The problem —
Return every line of the entries that includes the word "simplifier".
Material provided: Begin
/// What a goal is about.
#[derive(Copy, Clone, Debug, PartialEq, Eq)]
pub enum GoalKind {
    /// A well-posedness condition of the laws (or an assumption of the simplifier).
    Condition,
    /// V > 0 away from zero error.
    Positive,
    /// The Lyapunov claim.
    Claim,
}

/// How one goal ended.
#[derive(Clone, Debug)]
pub enum Status {
    /// Proved over the whole domain.
    Proven,
    /// Fails at a point.
    Refuted(Counter),
    /// Not decided; the reason names the limit.
    Inconclusive(String),
    /// Not attempted because an earlier goal failed.
    Skipped,
}

/// One goal's result.
#[derive(Debug)]
pub struct GoalResult {
    /// What it is about.
    pub kind: GoalKind,
    /// Statement.
    pub label: String,
    /// Where it comes from (a law, an actuator, the simplifier).
    pub source: String,
    /// Its expression in proof coordinates.
    pub text: String,
    /// The test.
    pub test: Test,
    /// Exempt at zero error.
    pub origin: bool,
    /// The search coordinates (problem indices).
    pub dims: Vec<usize>,
    /// Sampling.
    pub sampled: Option<Sampled>,
    /// Branch and bound.
    pub search: Option<Report>,
    /// The outcome.
    pub status: Status,
}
Material provided: End
Answer to this problem —
    /// A well-posedness condition of the laws (or an assumption of the simplifier).
    /// Where it comes from (a law, an actuator, the simplifier).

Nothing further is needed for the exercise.